#### DATA SUPPLIED ####
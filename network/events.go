package network

import (
	"fmt"
	"math"
)

// cevent is a compiled event.
type cevent struct {
	name                  string
	kind                  EventKind
	at, every, from, to   val
	count                 int // occurrences (1 for a single one)
	once                  bool
	cond                  int     // index among the watched conditions
	lhs, rhs              program // the sides of a condition
	sign                  float64 // +1 for > and >=, −1 for < and <=
	add, set, infuse      []caction
	given, rep            int  // occurrences fired; infusion repetitions ended
	active, firedOnce     bool // an infusion running; a once-event spent
	rates                 []float64
	startName, finishName string
	orig                  [4]val // at, every, from and to as compiled
}

// caction is a compiled action: its state variable (a species, or a
// parameter carried in the state) and the program of its value.
type caction struct {
	sp    int
	prog  program
	fixed bool    // value set from outside (SetEventValue) instead of prog
	value float64 // the value when fixed
}

// eval returns the action's value with the variables as loaded.
func (a *caction) eval(vars []float64) float64 {
	if a.fixed {
		return a.value
	}
	return a.prog.Eval(vars)
}

// compileEvents compiles the checked events.
func (b *builder) compileEvents() error {
	s := b.s
	for _, ce := range b.net.Events {
		e := &b.net.Model.Events[ce.Index]
		c := cevent{name: ce.Name, kind: ce.Kind, count: max(e.Count, 1), once: e.Once,
			at: b.value(e.At), every: b.value(e.Every), from: b.value(e.From), to: b.value(e.To),
			startName: ce.Name + " starts", finishName: ce.Name + " ends"}
		if ce.Kind == Triggered {
			var err error
			if c.lhs, err = b.compile(b.inline(ce.Cond[0])); err != nil {
				return fmt.Errorf("event %q: condition: %w", ce.Name, err)
			}
			if c.rhs, err = b.compile(b.inline(ce.Cond[1])); err != nil {
				return fmt.Errorf("event %q: condition: %w", ce.Name, err)
			}
			c.sign = 1
			if ce.Op[0] == '<' {
				c.sign = -1
			}
			c.cond = s.nCond
			s.nCond++
		}
		for _, list := range []struct {
			in  []CheckedChange
			out *[]caction
		}{{ce.Add, &c.add}, {ce.Set, &c.set}, {ce.Infuse, &c.infuse}} {
			for _, ch := range list.in {
				p, err := b.compile(b.inline(ch.Expr))
				if err != nil {
					return fmt.Errorf("event %q: %s: %w", ce.Name, ch.Target, err)
				}
				a := caction{sp: ch.Index, prog: p}
				if ch.Parameter {
					a.sp = s.parState[ch.Index] // set parameters are carried in the state
				}
				*list.out = append(*list.out, a)
			}
		}
		c.rates = make([]float64, len(c.infuse))
		c.orig = [4]val{c.at, c.every, c.from, c.to}
		s.maxActions = max(s.maxActions, len(c.add)+len(c.set))
		s.events = append(s.events, c)
	}
	s.inflow = make([]float64, s.n)
	s.actVals = make([]float64, s.maxActions)
	return nil
}

// ResetEvents makes every event pending again, stops every infusion and
// gives parameters changed by events their values from before the run
// (see solve.EventSystem).
func (s *System) ResetEvents(t0 float64) {
	for i := range s.events {
		e := &s.events[i]
		e.given, e.rep, e.active, e.firedOnce = 0, 0, false, false
	}
	for i := range s.inflow {
		s.inflow[i] = 0
	}
	s.infusing = 0
	copy(s.vars[s.n:s.n+len(s.parNames)], s.pbase)
}

// NextEvent returns the earliest time of a pending scheduled event or
// infusion boundary, or +Inf.
func (s *System) NextEvent(t float64) float64 {
	next := math.Inf(1)
	for i := range s.events {
		e := &s.events[i]
		switch e.kind {
		case Timed:
			if e.given < e.count {
				next = math.Min(next, s.get(e.at)+float64(e.given)*s.get(e.every))
			}
		case Infusion:
			if e.rep < e.count {
				shift := float64(e.rep) * s.get(e.every)
				if e.active {
					next = math.Min(next, s.get(e.to)+shift)
				} else {
					next = math.Min(next, s.get(e.from)+shift)
				}
			}
		}
	}
	return next
}

// Conditions returns the number of triggered events.
func (s *System) Conditions() int { return s.nCond }

// Watch writes, for each triggered event, a function that rises through
// zero when its condition turns true.
func (s *System) Watch(t float64, y, g []float64) {
	s.loadAll(t, y)
	for i := range s.events {
		e := &s.events[i]
		if e.kind == Triggered {
			g[e.cond] = e.sign * (e.lhs.Eval(s.vars) - e.rhs.Eval(s.vars))
		}
	}
}

// loadAll puts y and t into the variables that programs read.
func (s *System) loadAll(t float64, y []float64) {
	copy(s.vars[:s.n], y)
	s.vars[len(s.vars)-1] = t
}

// Fire applies, in model order, every scheduled event due at t and every
// triggered event whose condition rose, and returns the names of those
// that fired (an infusion fires as "NAME starts" and "NAME ends").
func (s *System) Fire(t float64, y []float64, rose []bool) []string {
	s.fired = s.fired[:0]
	for i := range s.events {
		e := &s.events[i]
		switch e.kind {
		case Timed:
			for e.given < e.count && s.get(e.at)+float64(e.given)*s.get(e.every) <= t {
				s.apply(e, t, y)
				e.given++
				s.fired = append(s.fired, e.name)
			}
		case Infusion:
			for e.rep < e.count {
				shift := float64(e.rep) * s.get(e.every)
				if !e.active && s.get(e.from)+shift <= t {
					s.loadAll(t, y)
					for k, a := range e.infuse {
						e.rates[k] = a.eval(s.vars) / s.volumes[s.spComp[a.sp]]
						s.inflow[a.sp] += e.rates[k]
					}
					e.active = true
					s.infusing++
					s.fired = append(s.fired, e.startName)
					continue
				}
				if e.active && s.get(e.to)+shift <= t {
					for k, a := range e.infuse {
						s.inflow[a.sp] -= e.rates[k]
					}
					e.active = false
					s.infusing--
					e.rep++
					if s.infusing == 0 {
						for j := range s.inflow { // no drift from the sums
							s.inflow[j] = 0
						}
					}
					s.fired = append(s.fired, e.finishName)
					continue
				}
				break
			}
		case Triggered:
			if rose != nil && rose[e.cond] && !(e.once && e.firedOnce) {
				s.apply(e, t, y)
				e.firedOnce = true
				s.fired = append(s.fired, e.name)
			}
		}
	}
	return s.fired
}

// apply performs the add and set actions of e on y and the parameters,
// with every value computed from the state just before the event.
func (s *System) apply(e *cevent, t float64, y []float64) {
	s.loadAll(t, y)
	vals := s.actVals[:0]
	for k := range e.add {
		vals = append(vals, e.add[k].eval(s.vars))
	}
	for k := range e.set {
		vals = append(vals, e.set[k].eval(s.vars))
	}
	for k, a := range e.add {
		y[a.sp] += vals[k] / s.volumes[s.spComp[a.sp]]
	}
	for k, a := range e.set {
		v := vals[len(e.add)+k]
		y[a.sp] = v
	}
	s.loadAll(t, y)
}
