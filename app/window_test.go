package main

import (
	"errors"
	"sync"
	"testing"
	"time"

	"fyne.io/fyne/v2/test"

	"kinetarium/network"
)

// ui serialises the callbacks of runs with the test's own use of the
// window, as the real driver's fyne.Do does (the test driver's does not).
var ui sync.Mutex

func onUI(f func()) {
	ui.Lock()
	defer ui.Unlock()
	f()
}

// waitFor polls cond for up to 20 s.
func waitFor(t *testing.T, what string, cond func() bool) {
	t.Helper()
	deadline := time.Now().Add(20 * time.Second)
	for time.Now().Before(deadline) {
		done := false
		onUI(func() { done = cond() })
		if done {
			return
		}
		time.Sleep(20 * time.Millisecond)
	}
	t.Fatalf("timed out waiting for %s", what)
}

// The window opens the default example, simulates it, and re-simulates
// after an edit, keeping the earlier run for the overlay.
func TestWindowRunsAndRerunsOnEdit(t *testing.T) {
	a := test.NewTempApp(t)
	w := newMainWindow(a, true)
	defer w.win.Close()
	w.ctrl.Deliver = onUI
	var err error
	onUI(func() { err = w.openStart("") })
	if err != nil {
		t.Fatal(err)
	}
	waitFor(t, "the first run", func() bool { return w.current != nil && !w.ctrl.Running() })
	ui.Lock()
	first := w.current
	if !w.logX.Checked {
		t.Error("the default view is not log-time")
	}
	if len(w.shownSpecies) != len(first.Names) {
		t.Errorf("species checklist has %d rows, want %d", len(w.shownSpecies), len(first.Names))
	}

	// Doubling every initial concentration must show in the first output
	// row of the re-run that the edit triggers.
	w.doc.Apply("scale initial", func(m *network.Model) {
		for i := range m.Species {
			m.Species[i].Initial *= 2
		}
	})
	ui.Unlock()
	waitFor(t, "the re-run after an edit", func() bool { return w.current != first })
	ui.Lock()
	defer ui.Unlock()
	if w.previous != first {
		t.Error("the earlier run is not kept for the overlay")
	}
	for j, name := range w.current.Names {
		if got, want := w.current.Y[0][j], 2*first.Y[0][j]; got != want {
			t.Errorf("initial %s = %g, want %g", name, got, want)
		}
	}
	if !w.doc.Dirty() {
		t.Error("edited document not marked unsaved")
	}
}

// plainError starts the sentence with a capital letter, leaves a message
// that starts with a symbol of more than one byte whole, and does not fail
// on an empty message.
func TestPlainError(t *testing.T) {
	for _, c := range []struct{ err, want string }{
		{"step size too small", "Step size too small"},
		{"μ is negative", "μ is negative"},
		{"", "The run failed."},
	} {
		if got := plainError(errors.New(c.err)); got != c.want {
			t.Errorf("plainError(%q) = %q, want %q", c.err, got, c.want)
		}
	}
}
####
* **EXERCISE OBJECTIVE**: Starting at the line with "type caction struct" and ending at the line with "startName: ce.Name +", print each line of the listing above exactly, with no other lines.

* **ANSWER SPACE**:
type caction struct {
	sp    int
	prog  program
	fixed bool    // value set from outside (SetEventValue) instead of prog
	value float64 // the value when fixed
}

// eval returns the action's value with the variables as loaded.
func (a *caction) eval(vars []float64) float64 {
	if a.fixed {
		return a.value
	}
	return a.prog.Eval(vars)
}

// compileEvents compiles the checked events.
func (b *builder) compileEvents() error {
	s := b.s
	for _, ce := range b.net.Events {
		e := &b.net.Model.Events[ce.Index]
		c := cevent{name: ce.Name, kind: ce.Kind, count: max(e.Count, 1), once: e.Once,
			at: b.value(e.At), every: b.value(e.Every), from: b.value(e.From), to: b.value(e.To),
			startName: ce.Name + " starts", finishName: ce.Name + " ends"}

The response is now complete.